サマンサの手紙(2)
お父さんとお母さんも、サマンサの便箋の中身を、サチの横から読んでいました。
「サチ、行きなさい。大学には、休学届けを出せばいい。もし、サマンサとサマンサの家族が良いって言ってくれたら、年度末まで傍にいさせてもらいなさい。大丈夫、そのくらいの貯えはあるよ」
お父さんは、サチを抱き締めて、静かに言いました。
サチが顔を上げたら、お父さんもお母さんも、目が真っ赤でした。
「お母さんも、そうさせてもらうのが良いと思う。こっちのことは心配ないから。大丈夫よ、行ってきなさい」
お母さんの目から、涙がこぼれました。
サチは、二人の顔を交互に見て、そしてひとつ、頷きました。
サチは、以前サマンサに教えてもらっていた、妹の家族と住んでいるという、自宅の電話に国際電話をかけました。
サマンサの国は、日本とはマイナス9時間です。
ちょうど、あちらのお昼くらいに電話がかけられると思い、誰か居て欲しい、と願いながら、かけました。
緊張で、心臓がドキドキしていました。
呼び出し音が、長く鳴りました。
「も……ハロー?」
「Hallo?」
「ディス イズ サチ コーリング。
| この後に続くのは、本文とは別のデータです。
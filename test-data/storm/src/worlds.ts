import { dealtFaults, lonelyGauge, networkAtFault, SOUND_GAUGES } from "./gauge-worlds.ts";
import {
  cloudburstOver,
  HAIL_STORMS,
  LIGHT_RAIN,
  lineAcross,
  MIXED_RAIN,
  MIXED_RAIN_WITH_HAIL,
  STEADY_RAIN,
  WARM_RAIN,
} from "./patterns.ts";
import { DEMO, SMALL, type StormPreset } from "./presets.ts";
import type { MeltingLayer, RadarPlan, Turbine } from "./radar.ts";
import { RandomStream } from "./random.ts";
import type { Ridge } from "./terrain.ts";

/** 60 km, 24 rounds; or the demo's 160 km, 72 rounds. */
export type WorldSize = "small" | "full";

/** Seeds to tune methods on, and seeds to report on: no method may be changed after a look at the latter. */
export const TUNING_SEEDS: readonly number[] = [1, 2, 3, 4, 5, 6, 7, 8, 9, 10];
export const REPORT_SEEDS: readonly number[] = Array.from({ length: 20 }, (_, i) => 11 + i);

/** The parts that worlds of one size and seed are put together from. */
interface Kit {
  readonly seed: number;
  readonly size: WorldSize;
  /** Kilometres of the map for each kilometre of a district 160 km wide. */
  readonly scale: number;
  readonly base: StormPreset;
  readonly sBand: RadarPlan;
  readonly cBand: RadarPlan;
}

type Parts = Omit<StormPreset, "seed" | "world"> & { readonly planted: readonly string[] };

/** A named world: what it is in words, and how it is put together. */
export interface World {
  readonly name: string;
  readonly says: string;
  readonly make: (kit: Kit) => Parts;
}

/** Melting layers in metres of height: below the far beams, as in warm weather, and where no beam goes. */
const WARM_LAYER: MeltingLayer = { bottomKm: 2.9, topKm: 3.4 };
const TROPICAL_LAYER: MeltingLayer = { bottomKm: 4.7, topKm: 5.2 };
const NO_LAYER_IN_REACH: MeltingLayer = { bottomKm: 15, topKm: 15.5 };

/** Low enough to be met by the lowest sweep within the size's ranges. */
function lowLayer(size: WorldSize): MeltingLayer {
  return size === "small" ? { bottomKm: 0.6, topKm: 1.1 } : { bottomKm: 1.4, topKm: 1.9 };
}

const layerWords = (layer: MeltingLayer): string =>
  `melting layer ${layer.bottomKm} to ${layer.topKm} km above sea level: widespread rain echoes 6 dB more in its middle, and 4.5 dB/km less above it`;

const GROUND_WORDS = "both radars: ground clutter near the site, left in part in DBZH";

function withOffset(radar: RadarPlan, calibrationOffsetDb: number): RadarPlan {
  return { ...radar, calibrationOffsetDb };
}

function lossFree(radar: RadarPlan): RadarPlan {
  return { ...radar, lossDbPerDeg: 0, differentialLossDbPerDeg: 0 };
}

/** Six turbines in two rows, placed by the seed, 8 to 20 km from a radar. */
function turbinesNear(radar: RadarPlan, seed: number): Turbine[] {
  const random = new RandomStream(seed + 65537);
  const azimuthRad = random.between(0, 2 * Math.PI);
  const distanceKm = random.between(10, 18);
  const xKm = radar.xKm + distanceKm * Math.sin(azimuthRad);
  const yKm = radar.yKm + distanceKm * Math.cos(azimuthRad);
  return Array.from({ length: 6 }, (_, i) => ({
    xKm: xKm + 1.5 * (i % 3) - 1.5,
    yKm: yKm + 1.8 * Math.floor(i / 3) - 0.9,
    dbz: random.between(42, 54),
  }));
}

/** A lower ridge north of the heath radar: it hides part of the lowest beam only. */
function lowRidge(radar: RadarPlan): Ridge {
  return {
    xKm: radar.xKm + 2.5,
    yKm: radar.yKm + 12,
    crestAzimuthDeg: 100,
    crestSigmaKm: 2.4,
    flankSigmaKm: 0.7,
    heightM: 150,
  };
}

/** Both radars without offset over weather of a kind, warm enough to keep the melting layer out of the low sweeps. */
function plain(kit: Kit): Omit<Parts, "planted" | "pattern"> {
  return {
    ...kit.base,
    radars: [withOffset(kit.sBand, 0), withOffset(kit.cBand, 0)],
    ridges: [],
    meltingLayer: WARM_LAYER,
    gauges: SOUND_GAUGES,
  };
}

const gentleLossWords = (kit: Kit): string =>
  `two-way loss of ${kit.sBand.lossDbPerDeg} dB (S) and ${kit.cBand.lossDbPerDeg} dB (C) per degree of PHIDP`;

function reading(offsetDb: number): string {
  if (offsetDb === 0) return "true";
  return `${Math.abs(offsetDb)} dB too ${offsetDb < 0 ? "low" : "high"}`;
}

function calibrationWorld(name: string, offsetDb: number): World {
  return {
    name,
    says: `Mixed rain; the S-band radar reads ${reading(offsetDb)}, its C-band neighbour reads true`,
    make: (kit) => ({
      ...plain(kit),
      pattern: MIXED_RAIN,
      radars: [withOffset(kit.sBand, offsetDb), withOffset(kit.cBand, 0)],
      planted: [
        `${kit.sBand.node}: ${offsetDb} dB on every reflectivity; ${kit.cBand.node}: 0 dB`,
        gentleLossWords(kit),
        GROUND_WORDS,
      ],
    }),
  };
}

/** Everything at once, each fault of a middling size. */
function mixed(kit: Kit): Parts {
  const layer: MeltingLayer =
    kit.size === "small" ? { bottomKm: 1, topKm: 1.5 } : { bottomKm: 1.9, topKm: 2.4 };
  return {
    ...plain(kit),
    pattern: MIXED_RAIN_WITH_HAIL,
    radars: [withOffset(kit.sBand, -1), { ...withOffset(kit.cBand, 1.5), lossDbPerDeg: 0.09 }],
    ridges: kit.base.ridges,
    meltingLayer: layer,
    turbines: turbinesNear(kit.sBand, kit.seed),
    interference: { node: kit.cBand.node, share: 0.2, dbzAt1Km: -16 },
    planted: [
      "attenuation: two-way loss of 0.015 dB (S) and 0.09 dB (C) per degree of PHIDP",
      "false echo: ground clutter of both radars, six wind turbines near the S-band radar, interference in a fifth of the C-band sweeps",
      `bright band: ${layerWords(layer)}`,
      "blockage: a ridge hides the lowest C-band sweep towards the west-south-west",
      "calibration: -1 dB at S band, +1.5 dB at C band",
      "hail: in the middle of the two strongest showers",
    ],
  };
}

/** The mixed world with one artefact taken out: its method must then change next to nothing. */
function without(artefact: string, says: string, change: (parts: Parts) => Parts): World {
  return {
    name: `mixed-without-${artefact}`,
    says: `The mixed world, but ${says}`,
    make: (kit) => {
      const parts = change(mixed(kit));
      const start = `${artefact.replaceAll("-", " ")}:`;
      return {
        ...parts,
        planted: [...parts.planted.filter((words) => !words.startsWith(start)), `${start} none`],
      };
    },
  };
}

/** Every world. What a world plants, and where, stands in its truth.json. */
export const WORLDS: readonly World[] = [
  {
    name: "bright-band",
    says: "Steady widespread rain under a low melting layer that the far gates of the lowest sweeps look into",
    make: (kit) => ({
      ...plain(kit),
      pattern: STEADY_RAIN,
      meltingLayer: lowLayer(kit.size),
      planted: [layerWords(lowLayer(kit.size)), gentleLossWords(kit), GROUND_WORDS],
    }),
  },
  {
    name: "blind-zone",
    says: "A line of strong showers crosses the C-band radar, which goes blind along it; an S-band radar stands beside the line",
    make: (kit) => ({
      ...plain(kit),
      pattern: lineAcross(kit.cBand),
      radars: [
        withOffset(kit.sBand, 0),
        {
          ...withOffset(kit.cBand, 0),
          lossDbPerDeg: 0.12,
          differentialLossDbPerDeg: 0.03,
          noiseDbzAt1Km: -32,
        },
      ],
      planted: [
        `${kit.cBand.node}: two-way loss of 0.12 dB per degree of PHIDP, and of ZDR 0.03 dB; noise of -32 dBZ at 1 km, so that rain behind the line vanishes`,
        `${kit.sBand.node}: two-way loss of 0.015 dB per degree of PHIDP, sees the same rain`,
        GROUND_WORDS,
      ],
    }),
  },
  {
    name: "warm-rain",
    says: "Tropical showers of many small drops that hardly move: far more rain than their echo suggests, at almost no radial velocity",
    make: (kit) => ({
      ...plain(kit),
      pattern: WARM_RAIN,
      meltingLayer: TROPICAL_LAYER,
      planted: [
        "many small drops: Nw about 32,000 m-3 mm-1 and within a factor of some 6 of it, where other worlds have 3,200",
        "showers and wind of 1.3 m/s: rain near zero velocity, which is no ground clutter",
        gentleLossWords(kit),
        GROUND_WORDS,
      ],
    }),
  },
  {
    name: "false-echo",
    says: "Light rain with strong ground clutter, wind turbines and interference: most of the strong echo is not rain",
    make: (kit) => ({
      ...plain(kit),
      pattern: LIGHT_RAIN,
      turbines: [...turbinesNear(kit.sBand, kit.seed), ...turbinesNear(kit.cBand, kit.seed + 1)],
      interference: { node: kit.cBand.node, share: 0.5, dbzAt1Km: -12 },
      planted: [
        GROUND_WORDS,
        "six wind turbines near each radar: fixed gates of 42 to 54 dBZ, unsteady, with velocity all over, 1 dB of it filtered",
        `${kit.cBand.node}: half of the sweeps have one to three rays of interference, -12 dBZ at 1 km and growing by 20 log r`,
        gentleLossWords(kit),
      ],
    }),
  },
  {
    name: "blocked-sector",
    says: "Mixed rain seen by one C-band radar alone, of which two ridges hide the lowest sweep: one all of it, one part",
    make: (kit) => ({
      ...plain(kit),
      pattern: MIXED_RAIN,
      radars: [withOffset(kit.cBand, 0)],
      ridges: [...kit.base.ridges, lowRidge(kit.cBand)],
      planted: [
        "a ridge of 240 m, 11 km west-south-west of the radar, and one of 150 m, 12 km north of it; rays and shares under planted.radars",
        `two-way loss of ${kit.cBand.lossDbPerDeg} dB per degree of PHIDP`,
        "ground clutter near the site and on the ridges",
      ],
    }),
  },
  calibrationWorld("calibration-low", -2),
  calibrationWorld("calibration-true", 0),
  calibrationWorld("calibration-high", 2),
  {
    name: "hail",
    says: "Small storms with melting hail in their middles: the strongest echo has ordinary rain below it",
    make: (kit) => ({
      ...plain(kit),
      pattern: HAIL_STORMS,
      planted: [
        "each storm carries hail of 60 to 66 dBZ in its middle, half as wide as its rain: ZDR near 0, RHOHV down by 0.07, no phase of its own; places under world.hailCores",
        "the truth counts rain alone; hail adds echo and no millimetre",
        gentleLossWords(kit),
        GROUND_WORDS,
      ],
    }),
  },
  {
    name: "gauge-faults",
    says: "Mixed rain; ten gauges have a fault each, dealt by the seed",
    make: (kit) => ({
      ...plain(kit),
      pattern: MIXED_RAIN,
      gauges: dealtFaults(kit.seed),
      planted: ["gauge faults: under planted.gaugeFaults", gentleLossWords(kit), GROUND_WORDS],
    }),
  },
  {
    name: "network-in-inches",
    says: "Mixed rain; the whole saltwater network writes inches under a header that says mm",
    make: (kit) => ({
      ...plain(kit),
      pattern: MIXED_RAIN,
      gauges: networkAtFault("saltwater", "inches-as-mm"),
      planted: ["every gauge of saltwater reads too little by 25.4", gentleLossWords(kit), GROUND_WORDS],
    }),
  },
  {
    name: "network-clock-late",
    says: "Mixed rain; the whole moor network stamps its values an hour late",
    make: (kit) => ({
      ...plain(kit),
      pattern: MIXED_RAIN,
      gauges: networkAtFault("moor", "clock-60-min-late"),
      planted: ["every gauge of moor stamps 60 minutes late", gentleLossWords(kit), GROUND_WORDS],
    }),
  },
  {
    name: "cloudburst",
    says: "Light rain, and one true cloudburst of a kilometre over a single gauge, which is not to be doubted",
    make: (kit) => {
      const gauge = lonelyGauge(kit.seed);
      return {
        ...plain(kit),
        pattern: cloudburstOver({ xKm: gauge.xKm * kit.scale, yKm: gauge.yKm * kit.scale }),
        planted: [
          `a shower of 1 km and 50 minutes stands over ${gauge.network} ${gauge.id}; every gauge is sound`,
          gentleLossWords(kit),
          GROUND_WORDS,
        ],
      };
    },
  },
  {
    name: "mixed",
    says: "Mixed rain with every artefact of the radar at once, each of a middling size",
    make: mixed,
  },
  without("attenuation", "rain takes nothing from the beam", (parts) => ({
    ...parts,
    radars: parts.radars.map(lossFree),
  })),
  without("false-echo", "with no ground clutter, turbine or interference", (parts) => {
    const { turbines: _turbines, interference: _interference, ...rest } = parts;
    return { ...rest, radars: parts.radars.map((radar) => ({ ...radar, clutterFree: true })) };
  }),
  without("bright-band", "with the melting layer far above every beam", (parts) => ({
    ...parts,
    meltingLayer: NO_LAYER_IN_REACH,
  })),
  without("blockage", "with no ridge", (parts) => ({ ...parts, ridges: [] })),
  without("calibration", "with both radars reading true", (parts) => ({
    ...parts,
    radars: parts.radars.map((radar) => withOffset(radar, 0)),
  })),
  without("hail", "with no hail", (parts) => ({ ...parts, pattern: MIXED_RAIN })),
];

/**
 * The storm of a world, ready for `generateStorm`.
 *
 * A world and a seed are frozen: `frozen.ts` holds digests of their truth, and a change of them is another world.
 *
 * @param name - one of `WORLDS`
 * @throws RangeError for a name that no world has
 */
export function worldStorm(name: string, seed: number, size: WorldSize = "small"): StormPreset {
  const world = WORLDS.find((candidate) => candidate.name === name);
  if (world === undefined) {
    throw new RangeError(`no world is called ${name}; there are ${WORLDS.map((one) => one.name).join(", ")}`);
  }
  const { planted, ...parts } = world.make(kitOf(seed, size));
  return { ...parts, seed, world: { name, says: world.says, planted } };
}

function kitOf(seed: number, size: WorldSize): Kit {
  const base = size === "small" ? SMALL : DEMO;
  const [sBand, cBand] = base.radars as [RadarPlan, RadarPlan];
  // Three sweeps, gates of 1 km and a file a round keep a small world quick to make.
  const light = size === "small";
  return {
    seed,
    size,
    scale: base.sizeKm / 160,
    base,
    sBand: light ? { ...sBand, sweeps: sBand.sweeps.slice(0, 3) } : sBand,
    cBand: light ? { ...cBand, gateM: 1000, gateCount: 50, files: "volumes" } : cBand,
  };
}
……マイ ネーム イズ サチ!」
サチは、自分は英語学科に入って、英語を勉強しているのに、何故こういう時に役立てられないのかと、残念になりました。
「Sachi? ……サチ?! サチなのですか?!」
サマンサの声でした。
酷く驚いて、声が裏返っていました。
「サマンサ! サチだよ!」
サチも、声が裏返りました。
声を聞いただけでほっとして、涙が出そうになりましたが、ぐっと我慢しました。
泣くのは、後にしなければなりません。
「サマンサ、手短に話すね。私、サマンサに会いに行く! 大学は休学して、すぐに会いに行くよ! 迷惑でなければ、サマンサのお家で、妹さんの家族と一緒に、サマンサの傍にいる。お願い、そうさせて!」
一気に言ったら、涙がこぼれました。
サマンサのわがままをきくと言うことは、サチのわがままもきいてもらわないと、先に進めません。
「サチ」
「一緒にいる! サマンサは、私の一番の友達なんだからね! 当たり前なんだからね!」
「サチ……サチ……」
懐かしいサマンサの声が、泣き声に変わりました。